Los zapatos

Ayer me compré unos zapatos. Suelo aprovechar las rebajas para comprarme los zapatos que usaré en el otoño y en los meses de invierno. Cuando los cogí en la mano, un escalofrío me sacudió el cuerpo. Pensé en la ilusión. En la ilusión que le ponemos a los proyectos que están por llegar. En el motor que nos impulsa a emocionarnos con lo nuevo y  que hace que nos sintamos bien. Últimamente, la ilusión tiene fisuras por las que se esfuma el brillo que la caracteriza. Desde hace unos meses le colocamos la etiqueta de la duda a todo lo que emprendemos. No sabemos si se hará. No sabemos qué pasará. No sabemos nada, porque todo depende de la evolución de una curva. Las ilusiones se tambalean delante de nosotros.

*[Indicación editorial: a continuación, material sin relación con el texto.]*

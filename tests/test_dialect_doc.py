"""docs/station-file.md lists every SCPI command role a station may override, with its default and
its placeholders, exactly as the drivers' ``DIALECT`` tables have them: the list cannot go stale."""

from __future__ import annotations

import re
import string
from collections.abc import Mapping
from pathlib import Path

import pytest

from drivers.scpi_dmm import ScpiDmm
from drivers.scpi_supply import ScpiSupply

DOC = Path(__file__).resolve().parent.parent / "docs" / "station-file.md"


def documented_roles(heading: str) -> dict[str, tuple[str, frozenset[str]]]:
    """role -> (default, placeholders) from the table that follows the line starting with
    ``heading``."""
    lines = DOC.read_text(encoding="utf-8").splitlines()
    start = next(i for i, line in enumerate(lines) if line.startswith(heading))
    rows: dict[str, tuple[str, frozenset[str]]] = {}
    for line in lines[start + 1 :]:
        if not line.strip() and rows:
            break
        if not line.startswith("| `"):
            continue
        cells = [c.strip() for c in line.strip("|").split("|")]
        role, default = (c.strip("`") for c in cells[:2])
        assert role not in rows, f"role {role} listed twice under {heading}"
        names = frozenset(re.findall(r"`([a-z_]+)`", cells[2]))
        rows[role] = (default, names)
    return rows


def code_roles(table: Mapping[str, str]) -> dict[str, tuple[str, frozenset[str]]]:
    return {
        role: (template, frozenset(f for _, f, _, _ in string.Formatter().parse(template) if f))
        for role, template in table.items()
    }


@pytest.mark.parametrize(
    ("heading", "table"),
    [("`scpi-dmm` (`DIALECT`", ScpiDmm.DIALECT), ("`scpi-supply` (`DIALECT`", ScpiSupply.DIALECT)],
)
def test_the_docs_list_every_dialect_role_as_the_driver_has_it(
    heading: str, table: Mapping[str, str]
) -> None:
    assert documented_roles(heading) == code_roles(table)
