"""Waiting until a deadline (rig.deadline): never before it, and a check that can end the wait.

How late a wait ends depends on the machine, so it is measured by the throughput benchmark, not
asserted here."""

from __future__ import annotations

import time

import pytest

from rig.deadline import SPIN_S, wait_until


class Stopped(Exception):
    pass


@pytest.mark.parametrize("seconds", [0.0, SPIN_S / 2, 0.002, 0.02])
def test_the_wait_never_ends_before_its_deadline(seconds: float) -> None:
    deadline = time.monotonic() + seconds
    wait_until(deadline)
    assert time.monotonic() >= deadline


def test_a_deadline_already_past_returns_without_checking() -> None:
    def check() -> None:
        raise AssertionError("no wait, so nothing to check")

    wait_until(time.monotonic() - 1.0, check=check)


def test_the_check_runs_at_least_every_slice_and_may_end_the_wait() -> None:
    calls: list[float] = []

    def check() -> None:
        calls.append(time.monotonic())
        if len(calls) == 3:
            raise Stopped

    started = time.monotonic()
    with pytest.raises(Stopped):
        wait_until(started + 60.0, check=check, slice_s=0.01)
    assert len(calls) == 3
    assert calls[-1] - started < 30.0  # slices of 10 ms, not the minute asked for


def test_another_clock_can_be_used() -> None:
    deadline = time.perf_counter() + 0.003
    wait_until(deadline, time.perf_counter)
    assert time.perf_counter() >= deadline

Sentimos que los días no terminan de colocarse y de ordenarse. Tomamos un camino, y tenemos que retroceder porque la situación se complica. Así un día. Así el otro. Optamos por fijar metas cortas que dotamos de precaución. Evitamos las preguntas porque tememos que una respuesta negativa nos coloque al principio del punto de salida. Y hasta los más pequeños, que siempre llenan de sueños sus días, no tienen más remedio que esconder sus sonrisas detrás de las mascarillas. Es el viento, el que sacude las hojas de los árboles, el que nos está ayudando a avanzar.

Metí los zapatos en el mueble. Cuando golpeé la puerta para cerrarlo, tuve la impresión de que encerraba a cal y canto algunas de mis emociones. Esas que están dañándose porque las ilusiones, tan rápido como llegan, se van. Salí de la habitación pisando con energía mis pies descalzos, con la misma energía que hay que poner al otoño y a los meses de invierno para sentirnos motivados y dejar huellas.